Чем дальше говорил Павел Иванович, тем громче и резче становилась его речь.
— Партия большевиков разъясняет трудовому крестьянству, что власти капиталистов, помещиков, всех эксплуататоров пришел конец. Мы тоже должны взять власть в свои руки здесь, в нашем «медвежьем углу».
— Павел Иванович, согласны мы с тобой. Но голой рукой Лысанова не возьмешь, — поднялся из задних рядов Тимофей Поварницин.
— В том-то, дорогой товарищ, задача наша и состоит. Надо раздобыть оружие, создать дружину и показать всем врагам, что мы — сила.
— Значит, опять воевать, — недовольно пробасил дед Ерема в рыжую, с огненными подпалинами бороду. — А ведь воевать-то неохота. Сколько лет без роздыху воюем, Паша! Всю землицу-матушку запустили, урожай-то ноне вовсе плох стал… — Дед умолк, а потом, сощурив свои подслеповатые глаза, опять забасил: — Нельзя ли, Павлуша, без войны?.. Тихо-мирно?

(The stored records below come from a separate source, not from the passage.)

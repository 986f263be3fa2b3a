/**
 * Worked examples and closed forms for settlement in frames; numbers and marks as in the design's facts, section 5.
 * Units of the first and fourth are kip and foot: the solver takes any one set of units.
 */
import fc from 'fast-check'
import { describe, expect, it } from 'vitest'
import {
  baseInfluence,
  factorFrame,
  loadResponse,
  memberStiffness,
  settlementEndMoments,
  type FrameResponse,
} from '../../solver/index.ts'
import { arraysOf, continuousBeam, FIXED, PINNED, type MadeFrame } from '../support/made-frames.ts'

/** M_from, M_to of every member in turn, case c. */
function endMoments(response: FrameResponse, c = 0): number[] {
  const m = response.momentFrom.length / response.cases
  return Array.from({ length: m }, (_, i) => [response.momentFrom[c * m + i]!, response.momentTo[c * m + i]!]).flat()
}

function sum(a: readonly number[], b: readonly number[], factor: number): number[] {
  return a.map((v, i) => v + factor * b[i]!)
}

function near(values: readonly number[], digits: number): unknown[] {
  return values.map((v) => expect.closeTo(v, digits))
}

describe('published continuous beams', () => {
  it('Hibbeler, Structural Analysis, example 11.4 (from memory, recomputed): load on one span, one support sinks', () => {
    const EI = (29_000 * 1500) / 144
    const f = factorFrame(arraysOf(continuousBeam([0, 24, 44, 59], EI, [FIXED, FIXED])))
    const load = loadResponse(f, [
      { nodeDown: new Float64Array(4), onMembers: [{ member: 0, kind: 'uniform', w: 1.5 }] },
    ])
    const found = sum(endMoments(load), endMoments(baseInfluence(f), 2), 0.1)
    expect(found).toEqual(near([38.22, 292.45, -292.45, -528.58, 528.58, 667.07], 2))
    expect(found.map((M) => Number(M.toPrecision(3)))).toEqual([38.2, 292, -292, -529, 529, 667])
  })

  it('Kassimali, Structural Analysis, examples 15.5 and 16.5 (answers from memory, recomputed): support B sinks 20 mm', () => {
    const EI = 70e6 * 800e-6
    const f = factorFrame(arraysOf(continuousBeam([0, 8, 16, 24], EI, [FIXED, FIXED])))
    const influence = baseInfluence(f)
    // fixed-end moments 105 (seen in the source), then the answers with anticlockwise positive
    expect(settlementEndMoments({ L: 8, EI, GAs: Infinity }, [0, 0.02])[0]).toBeCloseTo(-105, 10)
    const anticlockwise = endMoments(influence, 1).map((M) => -0.02 * M)
    expect(anticlockwise).toEqual(near([98, 91, -91, -56, 56, 28], 9))
    const reactions = Array.from(influence.reactionUp.subarray(4, 8), (R) => 0.02 * R)
    expect(reactions).toEqual(near([23.625, -42, 28.875, -10.5], 9))
  })

  it('Kassimali, appendix D, example D.3 (seen in the source): three moments with an overhang', () => {
    const made: MadeFrame = {
      nodes: [
        [0, 0],
        [20, 0],
        [50, 0],
        [60, 0],
      ],
      members: [0, 1, 2].map((i) => ({ from: i, to: i + 1, EI: 1e5, EA: 1e6 })),
      bases: [
        [0, FIXED],
        [1, PINNED],
        [2, PINNED],
      ],
    }
    const response = loadResponse(factorFrame(arraysOf(made)), [
      {
        nodeDown: Float64Array.of(0, 0, 0, 9),
        onMembers: [
          { member: 0, kind: 'point', P: 45, a: 10 },
          { member: 1, kind: 'uniform', w: 1.8 },
        ],
      },
    ])
    expect(endMoments(response)).toEqual(near([-97.5, 142.5, -142.5, 90, -90, 0], 9))
  })

  it('propped cantilever: the reaction falls by 3EI/L^3 and the fixed end changes by 3EI/L^2 (handbook)', () => {
    const [EI, L] = [4e4, 5]
    const r = baseInfluence(factorFrame(arraysOf(continuousBeam([0, L], EI, [FIXED, PINNED]))))
    expect([r.reactionUp[3], r.momentFrom[1]]).toEqual(near([(-3 * EI) / L ** 3, (-3 * EI) / L ** 2], 9))
  })

  it('equal spans on pins: the middle support sinks 1 (facts section 5, computed)', () => {
    const [EI, L] = [3e4, 6]
    const two = baseInfluence(factorFrame(arraysOf(continuousBeam([0, L, 2 * L], EI, [PINNED, PINNED]))))
    expect((-endMoments(two, 1)[1]! * L * L) / EI).toBeCloseTo(3, 9)
    const three = endMoments(
      baseInfluence(factorFrame(arraysOf(continuousBeam([0, L, 2 * L, 3 * L], EI, [PINNED, PINNED])))),
      1,
    )
    expect([three[1]!, three[3]!].map((M) => (-M * L * L) / EI)).toEqual(near([3.6, -2.4], 9))
  })

  it('every inner support of any continuous beam satisfies the equation of three moments (Clapeyron)', () => {
    const span = fc.record({
      L: fc.integer({ min: 20, max: 120 }).map((v) => v / 10),
      w: fc.integer({ min: -30, max: 30 }),
      P: fc.integer({ min: -90, max: 90 }),
      k: fc.integer({ min: 0, max: 20 }).map((v) => v / 20),
      settlement: fc.integer({ min: -50, max: 50 }).map((v) => v / 1000),
    })
    const ends = fc.tuple(fc.constantFrom(FIXED, PINNED), fc.constantFrom(FIXED, PINNED))
    fc.assert(
      fc.property(fc.array(span, { minLength: 2, maxLength: 6 }), ends, (spans, fixity) => {
        const EI = 5e4
        const places = spans.reduce((xs, s) => [...xs, xs.at(-1)! + s.L], [0])
        const f = factorFrame(arraysOf(continuousBeam(places, EI, fixity)))
        const onMembers = spans.flatMap(({ w, P, k, L }, member) => [
          { member, kind: 'uniform' as const, w },
          { member, kind: 'point' as const, P, a: Math.min(k * L, places[member + 1]! - places[member]!) },
        ])
        const influence = baseInfluence(f)
        let moments = endMoments(loadResponse(f, [{ nodeDown: new Float64Array(places.length), onMembers }]))
        const down = [0, ...spans.map((s) => s.settlement)]
        down.forEach((w, b) => (moments = sum(moments, endMoments(influence, b), w)))
        for (let c = 1; c < spans.length; c++) {
          const [l, r] = [spans[c - 1]!, spans[c]!]
          const [left, here, right] = [moments[2 * c - 2]!, -moments[2 * c - 1]!, -moments[2 * c + 1]!]
          const turn = 6 * EI * ((down[c - 1]! - down[c]!) / l.L + (down[c + 1]! - down[c]!) / r.L)
          // k counts from the outer end of each span
          const points = l.P * l.L ** 2 * l.k * (1 - l.k ** 2) + r.P * r.L ** 2 * (1 - r.k) * (1 - (1 - r.k) ** 2)
          const uniform = (l.w * l.L ** 3 + r.w * r.L ** 3) / 4
          const carried = left * l.L + 2 * here * (l.L + r.L) + right * r.L
          expect(carried + points + uniform + turn).toBeCloseTo(0, 5)
        }
      }),
    )
  })
})

describe('published frames', () => {
  it('Kassimali 6th ed., problem 15.22 (terms seen in the source; answers with D fixed computed): a column sinks under two beams', () => {
    const EI = 200e6 * 1360e-6
    const member = { L: 5, EI, GAs: Infinity }
    const [kii, kij] = memberStiffness(member)
    const chord = settlementEndMoments(member, [0, 0.006])[0]!
    expect([kii, kij, -chord, -chord + (18 * 25) / 12]).toEqual(near([217_600, 108_800, 391.7, 429.2], 1))
    const made: MadeFrame = {
      nodes: [
        [5, -5],
        [0, 0],
        [5, 0],
        [10, 0],
      ],
      members: [
        [0, 2],
        [1, 2],
        [2, 3],
      ].map(([from, to]) => ({ from: from!, to: to!, EI, EA: 1e12 })),
      bases: [
        [0, FIXED],
        [1, FIXED],
        [3, FIXED],
      ],
    }
    const f = factorFrame(arraysOf(made))
    const load = loadResponse(f, [
      { nodeDown: new Float64Array(4), onMembers: [{ member: 1, kind: 'uniform', w: 18 }] },
    ])
    const anticlockwise = sum(endMoments(load), endMoments(baseInfluence(f), 0), 0.006).map((M) => -M)
    expect(anticlockwise).toEqual(near([6.25, 12.5, 435.43, 366.68, -379.18, -385.43], 2))
  })

  function portal(spring: number): MadeFrame {
    return {
      nodes: [
        [0, 0],
        [0, 4],
        [6, 4],
        [6, 0],
      ],
      members: [
        { from: 0, to: 1, EI: 20_000, EA: 1e11 },
        { from: 1, to: 2, EI: 30_000, EA: 1e11 },
        { from: 3, to: 2, EI: 20_000, EA: 1e11 },
      ],
      bases: [
        [0, spring],
        [3, spring],
      ],
    }
  }

  it('portal on fixed bases, one sinks (closed form, computed two ways): the same moment at all four sections', () => {
    const r = baseInfluence(factorFrame(arraysOf(portal(FIXED))))
    const k = (30 / 20) * (4 / 6)
    const M = (6 * 30_000 * 0.02) / 6 ** 2 / (1 + 6 * k)
    expect(M).toBeCloseTo(100 / 7, 10)
    expect(endMoments(r, 1).map((v) => 0.02 * v)).toEqual(near([-M, M, -M, -M, -M, M], 5))
    expect([r.right[5]! * 20, r.right[6]! * 20]).toEqual(near([5.714, 5.714], 3))
    expect([r.reactionUp[2]! * 0.02, r.reactionUp[3]! * 0.02]).toEqual(near([4.762, -4.762], 3))
  })

  it('portal on pinned bases, one sinks (closed form): it sways and takes no moment', () => {
    const r = baseInfluence(factorFrame(arraysOf(portal(PINNED))))
    expect(endMoments(r, 1).map((v) => 0.02 * v)).toEqual(near([0, 0, 0, 0, 0, 0], 6))
    expect(r.right[5]).toBeCloseTo(4 / 6, 8)
  })

  it('two bays on fixed bases, the centre sinks (closed form): theta = 6 k_b psi / (4 k_b + 4 k_c)', () => {
    const made: MadeFrame = {
      nodes: [
        [0, 0],
        [6, 0],
        [12, 0],
        [0, 4],
        [6, 4],
        [12, 4],
      ],
      members: [
        ...[0, 1, 2].map((i) => ({ from: i, to: i + 3, EI: 20_000, EA: 1e11 })),
        ...[3, 4].map((i) => ({ from: i, to: i + 1, EI: 30_000, EA: 1e11 })),
      ],
      bases: [
        [0, FIXED],
        [1, FIXED],
        [2, FIXED],
      ],
    }
    const moments = endMoments(baseInfluence(factorFrame(arraysOf(made))), 1).map((v) => 0.02 * v)
    const [kb, kc, psi] = [30_000 / 6, 20_000 / 4, 0.02 / 6]
    const top = 4 * kc * ((6 * kb * psi) / (4 * kb + 4 * kc))
    expect(top).toBeCloseTo(50, 10)
    expect(moments).toEqual(near([25, 50, 0, 0, -25, -50, -50, -75, 75, 50], 4))
  })
})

— Большевики делали и делают все, чтобы не лилась людская кровь ни на фронте, ни в городах и деревнях. Но ведь вы минуту назад говорили, что старые хозяева по доброй воле не уходят.
— А ты сам-то большевик?
— Да. Я член партии большевиков с 1917 года.
— Смело говоришь, Павлуша. У нас к таким речам не привыкли. Мы о своих думках только перешептываемся. Не боишься, что кто-нибудь мироедам на тебя донесет?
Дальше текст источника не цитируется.